◆ Task brief
Would you output the entries below only from the line containing "model = pinocchio_model(ARMS[name])" through the line containing "assert np.max(np.abs(out - ref)", exactly as they stand and with both ends included?

[Source data]
++++++
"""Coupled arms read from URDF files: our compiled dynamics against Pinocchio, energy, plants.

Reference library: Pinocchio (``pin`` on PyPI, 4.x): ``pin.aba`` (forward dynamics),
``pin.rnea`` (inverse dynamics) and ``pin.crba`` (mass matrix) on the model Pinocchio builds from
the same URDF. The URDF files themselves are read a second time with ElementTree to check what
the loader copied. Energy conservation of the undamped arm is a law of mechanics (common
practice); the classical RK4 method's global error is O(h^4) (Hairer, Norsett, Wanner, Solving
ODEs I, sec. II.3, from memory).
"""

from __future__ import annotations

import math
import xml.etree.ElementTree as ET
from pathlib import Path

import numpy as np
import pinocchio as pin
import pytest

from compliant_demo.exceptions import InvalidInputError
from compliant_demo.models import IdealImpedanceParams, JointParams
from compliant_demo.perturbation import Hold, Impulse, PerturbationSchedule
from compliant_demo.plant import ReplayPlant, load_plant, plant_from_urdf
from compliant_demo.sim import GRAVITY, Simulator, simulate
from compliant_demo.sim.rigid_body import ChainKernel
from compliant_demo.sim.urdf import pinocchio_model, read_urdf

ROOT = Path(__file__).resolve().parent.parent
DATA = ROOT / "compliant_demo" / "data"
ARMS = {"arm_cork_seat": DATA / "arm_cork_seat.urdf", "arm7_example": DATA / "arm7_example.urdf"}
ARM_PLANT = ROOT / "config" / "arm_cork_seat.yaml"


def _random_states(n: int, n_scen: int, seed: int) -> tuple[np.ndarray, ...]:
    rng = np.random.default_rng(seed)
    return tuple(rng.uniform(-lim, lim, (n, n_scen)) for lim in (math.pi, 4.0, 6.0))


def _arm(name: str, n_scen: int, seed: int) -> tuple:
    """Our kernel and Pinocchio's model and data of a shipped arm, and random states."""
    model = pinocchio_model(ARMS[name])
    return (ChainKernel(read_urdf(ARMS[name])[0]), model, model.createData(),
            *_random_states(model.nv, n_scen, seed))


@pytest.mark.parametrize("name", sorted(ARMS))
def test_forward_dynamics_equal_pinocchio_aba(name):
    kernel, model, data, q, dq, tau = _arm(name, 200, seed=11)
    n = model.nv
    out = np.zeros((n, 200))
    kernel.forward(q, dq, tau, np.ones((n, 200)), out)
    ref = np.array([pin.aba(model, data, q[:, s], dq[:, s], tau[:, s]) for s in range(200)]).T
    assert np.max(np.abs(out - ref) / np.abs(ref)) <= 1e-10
++++++
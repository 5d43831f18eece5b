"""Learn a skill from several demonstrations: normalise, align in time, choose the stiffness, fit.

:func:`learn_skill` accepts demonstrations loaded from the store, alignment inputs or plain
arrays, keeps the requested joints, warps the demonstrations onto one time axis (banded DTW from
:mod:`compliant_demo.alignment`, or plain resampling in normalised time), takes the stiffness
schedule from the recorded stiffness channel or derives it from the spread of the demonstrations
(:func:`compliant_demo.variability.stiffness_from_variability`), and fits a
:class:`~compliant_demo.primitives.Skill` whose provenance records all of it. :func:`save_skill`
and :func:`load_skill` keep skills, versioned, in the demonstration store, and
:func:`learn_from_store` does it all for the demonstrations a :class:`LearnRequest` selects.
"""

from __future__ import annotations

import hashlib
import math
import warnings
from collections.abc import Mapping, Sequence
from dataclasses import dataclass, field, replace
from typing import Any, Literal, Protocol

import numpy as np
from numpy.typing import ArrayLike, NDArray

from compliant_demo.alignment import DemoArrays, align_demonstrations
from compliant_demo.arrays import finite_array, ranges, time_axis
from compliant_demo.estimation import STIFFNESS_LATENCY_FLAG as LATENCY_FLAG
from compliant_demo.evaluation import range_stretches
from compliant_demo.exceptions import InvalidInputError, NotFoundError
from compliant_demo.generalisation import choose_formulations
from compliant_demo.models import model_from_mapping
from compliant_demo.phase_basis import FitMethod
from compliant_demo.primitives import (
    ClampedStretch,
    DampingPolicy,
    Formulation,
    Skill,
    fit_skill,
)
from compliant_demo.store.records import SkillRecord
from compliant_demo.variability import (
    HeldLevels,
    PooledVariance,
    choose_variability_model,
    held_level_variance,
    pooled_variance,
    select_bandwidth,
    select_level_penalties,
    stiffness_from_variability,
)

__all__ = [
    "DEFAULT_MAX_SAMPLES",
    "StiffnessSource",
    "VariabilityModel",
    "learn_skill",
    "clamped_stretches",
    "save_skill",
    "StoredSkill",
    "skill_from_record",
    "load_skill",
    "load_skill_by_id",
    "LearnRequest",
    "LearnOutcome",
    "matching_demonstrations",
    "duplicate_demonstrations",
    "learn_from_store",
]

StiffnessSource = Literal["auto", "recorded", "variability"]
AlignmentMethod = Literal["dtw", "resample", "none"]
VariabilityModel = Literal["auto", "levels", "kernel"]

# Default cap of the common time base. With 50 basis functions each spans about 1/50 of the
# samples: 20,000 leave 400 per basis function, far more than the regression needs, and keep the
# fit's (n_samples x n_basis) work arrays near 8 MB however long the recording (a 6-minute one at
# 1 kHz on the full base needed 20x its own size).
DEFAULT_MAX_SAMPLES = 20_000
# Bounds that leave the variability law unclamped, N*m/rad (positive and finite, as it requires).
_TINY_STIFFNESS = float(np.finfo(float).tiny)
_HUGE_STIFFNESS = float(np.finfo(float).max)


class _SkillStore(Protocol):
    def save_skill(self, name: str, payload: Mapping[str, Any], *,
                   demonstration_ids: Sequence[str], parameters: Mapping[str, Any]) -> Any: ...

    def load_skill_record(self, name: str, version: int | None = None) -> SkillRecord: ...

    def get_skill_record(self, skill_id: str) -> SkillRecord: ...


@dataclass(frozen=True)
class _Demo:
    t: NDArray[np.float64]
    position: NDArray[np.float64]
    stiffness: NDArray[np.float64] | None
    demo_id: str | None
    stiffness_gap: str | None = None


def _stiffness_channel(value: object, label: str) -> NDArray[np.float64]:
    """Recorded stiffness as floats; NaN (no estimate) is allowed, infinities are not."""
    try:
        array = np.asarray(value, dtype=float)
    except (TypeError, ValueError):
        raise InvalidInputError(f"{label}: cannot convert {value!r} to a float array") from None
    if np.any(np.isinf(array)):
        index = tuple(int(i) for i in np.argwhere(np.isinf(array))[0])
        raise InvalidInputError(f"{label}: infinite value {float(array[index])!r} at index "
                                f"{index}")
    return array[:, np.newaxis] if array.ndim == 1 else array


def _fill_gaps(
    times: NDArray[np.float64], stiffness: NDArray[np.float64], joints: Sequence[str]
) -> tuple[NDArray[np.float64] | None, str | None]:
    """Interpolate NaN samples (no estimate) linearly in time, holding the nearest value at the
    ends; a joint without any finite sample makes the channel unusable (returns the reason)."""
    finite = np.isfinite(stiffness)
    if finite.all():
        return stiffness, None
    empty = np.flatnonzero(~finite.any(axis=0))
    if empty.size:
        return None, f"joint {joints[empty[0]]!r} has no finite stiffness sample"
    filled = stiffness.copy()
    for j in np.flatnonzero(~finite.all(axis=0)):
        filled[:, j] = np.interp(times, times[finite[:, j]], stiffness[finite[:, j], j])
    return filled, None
++++++
◆ Response area
    model = pinocchio_model(ARMS[name])
    return (ChainKernel(read_urdf(ARMS[name])[0]), model, model.createData(),
            *_random_states(model.nv, n_scen, seed))


@pytest.mark.parametrize("name", sorted(ARMS))
def test_forward_dynamics_equal_pinocchio_aba(name):
    kernel, model, data, q, dq, tau = _arm(name, 200, seed=11)
    n = model.nv
    out = np.zeros((n, 200))
    kernel.forward(q, dq, tau, np.ones((n, 200)), out)
    ref = np.array([pin.aba(model, data, q[:, s], dq[:, s], tau[:, s]) for s in range(200)]).T
    assert np.max(np.abs(out - ref) / np.abs(ref)) <= 1e-10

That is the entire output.